Daí que, por estes dias, seja de outras histórias e de outro autor que eu mais
me tenho lembrado. Franz Kafka (1883-1924) precisou de
meros 40 anos de vida para nos deixar uma obra eterna, maior do que à época da
sua morte era possível julgar — tão à frente do seu tempo se colocou, como é atributo
dos génios. Vítima de tuberculose, Kafka é, também por esse dado biográfico fortuito,
o autor onde melhor encontramos pressentidas e conjecturadas todas as pestes
humanas, não só as de tipo exógeno, que involuntariamente nos ameaçam sem que
consigamos entender porquê, mas também as pestes endógenas, geradas no imo
da mente humana e propagadas com um poder de contaminação altamente
autodestrutivo. Entre estas, podíamos mencionar, desde logo, a burocracia,
embora nos convenha mais falar agora de outra: o medo. Não há mal algum, minhas
filhas, em ter medo. Ele tem uma função defensiva que apela a coisas úteis tais
como a reflexão, a ponderação e o cuidado. Mas como tantas outras coisas no ser
humano, o excesso despeja de qualidades o medo, o excesso retira-lhe as
virtudes transformando-o numa ameaçadora pandemia. Pelo medo se governam nações
e manipulam povos, pelo medo se impõem comportamentos e usurpam liberdades,
pelo medo se molda a realidade de acordo com as conveniências de quem domine o
medo como a uma arma fatal. Num conto intitulado “O Covil”, Kafka mostra-nos a
outra face perniciosa do medo. Quando o medo evolui para o pânico, pouco
faltará para que se transforme em paranóia. E nesta nada vislumbramos
de benéfico ou útil à humanidade. Nesse conto, uma criatura indefinida — como
somos, de certo modo, todos nós, imerge na terra escavando o seu covil —,
entregando-se obsessivamente a cálculos e prolepses cujo efeito é exactamente o
contrário daquele que inicialmente pretendia. A tranquilidade do covil
torna-se inquietação, toldada por sobressaltos de medo onde o desejo de um
sono descansado degenera em insónia permanente. As preocupações desmesuradas, o
alarme, o desassossego, fazem do covil o princípio de uma misantropia que
escancara portas à loucura. Diz-nos Kafka: «Eis o que revela um espírito
inquieto: insegurança na apreciação própria, ambições pouco limpas, traços
negros de carácter, que ainda mais se ensombram se pensarmos que o covil ali
está e que nos pode dar paz, desde que consintamos em abrir-nos totalmente a
ele». Sucede que nenhuma paranóia leva à paz, ela apenas nos afunda no leito
convalescente de uma guerra onde seremos a primeira e a última das vítimas. Em
momentos como aquele que estamos a viver, apetece dar razão à tese de
Aristóteles segundo a qual é no meio que se encontra a virtude. Se a
negligência dos grunhos, burgessos e trogloditas, alguns deles com altas patentes,
é absolutamente imprudente e desaconselhável, também a paranóia colectiva o é.

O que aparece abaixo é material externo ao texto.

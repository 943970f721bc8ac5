// The app's forecast plan with two block readouts (issue 20 point 2): a target's tonic fit gives Kr and its
// use-dependent fit Ki, and the state-dependent request is the tonic one plus Ki (modulated receptor, Bean,
// Cohen & Tsien 1983, J Gen Physiol 81:613; authors and pages from memory). Checks: with Kr = Ki the
// closed form's shift is 0, so the state-dependent forecast must equal the tonic one exactly; with Ki ≪ Kr
// the blocker binds inactivated channels and a firing cell loses more of its rate than tonic block says
// (the paper's use dependence; the sign is what the model must show, no published number is compared).
import { randomUUID } from 'node:crypto';
import { describe, expect, test } from 'vitest';
import { targetPotencies, type PotencyFit, type UseDependentFit } from '@/lib/forecasts/potency';
import { planCompoundForecast, type PlannedForecast } from '@/lib/forecasts/request';
import { computeForecast } from '@/lib/science/forecast/forecast';

const nav = { id: randomUUID(), name: 'Nav1.7', conductance: 'gNa' };
const kv = { id: randomUUID(), name: 'Kv7.2', conductance: 'gK' };

const tonicFit = (ic50_uM: number): PotencyFit => ({
  fitId: randomUUID(),
  status: 'fitted',
  model: 'hill2',
  ic50_uM,
  hill: 1,
  ic50LowerBound_uM: null,
  plate: null,
});
const useFit = (ic50_uM: number | null, status: UseDependentFit['status'] = 'fitted'): UseDependentFit => ({
  fitId: randomUUID(),
  status,
  model: 'hill2',
  ic50_uM,
  hill: 1,
  readoutName: '10th pulse',
});

function plan(preset: string, kr: number, ki: number | null, exposures: number[]) {
  const potencies = targetPotencies(
    preset,
    [nav],
    () => tonicFit(kr),
    exposures,
    () => (ki === null ? undefined : useFit(ki)),
  );
  const planned = planCompoundForecast(preset, potencies, exposures);
  if ('reason' in planned) throw new Error(planned.reason);
  return { potencies, planned: planned as PlannedForecast };
}

/** The planned request without its traces and bands (the measures are what is compared). */
const lean = <T extends object>(r: T) => ({ ...r, trace: false as const, uncertainty: undefined });

describe('state-dependent forecast fed from the tonic and use-dependent fits', () => {
  test('no use-dependent fit: no state-dependent request', () => {
    const { potencies, planned } = plan('hh-squid-1952', 10, null, [1]);
    expect(potencies[0]!.stateDependence).toBeNull();
    expect(planned.stateRequest).toBeNull();
  });

  test('the use-dependent IC50 enters as Ki beside the tonic IC50 as Kr, the rest of the request unchanged', () => {
    const { potencies, planned } = plan('hh-squid-1952', 10, 0.3, [0.3, 1]);
    expect(potencies[0]!.stateDependence).toMatchObject({ inactivatedIc50_uM: 0.3, ic50_uM: 0.3 });
    expect(potencies[0]!.stateDependence!.note).toBe(
      'State-dependent case: tonic IC50 as Kr (resting channels), 10th pulse IC50 0.3 µM as Ki (inactivated channels).',
    );
    expect(planned.stateRequest!.potencies).toEqual({ gNa: { ic50: 10, hill: 1, inactivatedIc50: 0.3 } });
    expect({ ...planned.stateRequest, potencies: null }).toEqual({ ...planned.request, potencies: null });
  });

  test('Kr = Ki: the state-dependent forecast equals the tonic one', () => {
    const { planned } = plan('hh-squid-1952', 3, 3, [1, 3]);
    expect(planned.stateRequest!.potencies!.gNa!.inactivatedIc50).toBe(3);
    const tonic = computeForecast(lean(planned.request));
    const state = computeForecast(lean(planned.stateRequest!));
    expect(state.conditions.map((c) => c.measures)).toEqual(tonic.conditions.map((c) => c.measures));
    expect(state.control.measures).toEqual(tonic.control.measures);
  });

  // Where the model shows it: the fast-spiking preset. At its reference drive (2 × rheobase) the squid
  // axon does not fire repetitively even at control, and the regular-spiking preset's rate rises a little
  // under small inactivation shifts (lib/science/neuron/README.md), so neither can show a fall.
  test.each(['wang-buzsaki-1996'])(
    '%s: a use-dependent blocker (Ki = Kr/33) lowers the rate at the reference drive further than tonic block',
    (preset) => {
      const { planned } = plan(preset, 10, 0.3, [0.1, 1]);
      const tonic = computeForecast(lean(planned.request));
      const state = computeForecast(lean(planned.stateRequest!));
      const control = tonic.control.measures.referenceRate_Hz!;
      expect(state.control.measures.referenceRate_Hz).toBe(control);
      for (const c of [0.1, 1]) {
        const at = (f: typeof tonic) => f.conditions.find((x) => x.concentration === c)!;
        // The same tonic block at the same concentration: only the inactivation shift differs.
        expect(at(state).block.gNa).toBe(at(tonic).block.gNa);
        const tonicRate = at(tonic).measures.referenceRate_Hz!;
        expect(tonicRate).toBeGreaterThan(0);
        expect(control - at(state).measures.referenceRate_Hz!).toBeGreaterThan(control - tonicRate);
      }
    },
  );

  test('a conductance without an inactivation gate, or a use-dependent fit without an IC50, stays tonic', () => {
    const potencies = targetPotencies(
      'hh-squid-1952',
      [nav, kv],
      () => tonicFit(2),
      [1],
      (id) => (id === kv.id ? useFit(0.5) : useFit(null, 'inactive')),
    );
    const [kvP, navP] = potencies;
    expect(kvP!.stateDependence).toMatchObject({ inactivatedIc50_uM: null });
    expect(kvP!.stateDependence!.note).toBe(
      'gK has no inactivation gate in preset hh-squid-1952: the state-dependent case takes its tonic block only.',
    );
    expect(navP!.stateDependence!.note).toBe(
      'The 10th pulse fit gives no IC50 (inactive): the state-dependent case takes its tonic block only.',
    );
    const planned = planCompoundForecast('hh-squid-1952', potencies, [1]);
    expect('request' in planned && planned.stateRequest).toBeNull();
  });
});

Sem que desprezemos o ruído, convém não nos deixarmos apanhar na sua rede. A
angústia é tão natural nas nossas vidas como o ar de que precisamos para
sobreviver, mas poluída pelo pânico torna-se irrespirável, sufocante,
asfixiante. Começar por controlar o medo, por aprender a retirar partido dele, parece-me
ser, neste momento, a atitude mais sensata. Como se faz? Ora, minhas queridas,
lavando as mãos, mantendo distância, evitando multidões, saindo de casa só para o essencial.
2 comentários:
Caro amigo virtual,
sou brasileira e Kafka é junto a Fernando Pessoa e Clarice Lispector, um dos meus irmãos de alma. Tenho um livro de Kafka chamado Muralha da China, onde consta um conto chamado A Toca. Será que é o correspondente ao O Covil? Espero que sim. Vou relê-lo.
Abraços,
Sônia
Olá. Presumo que seja o mesmo conto, sim.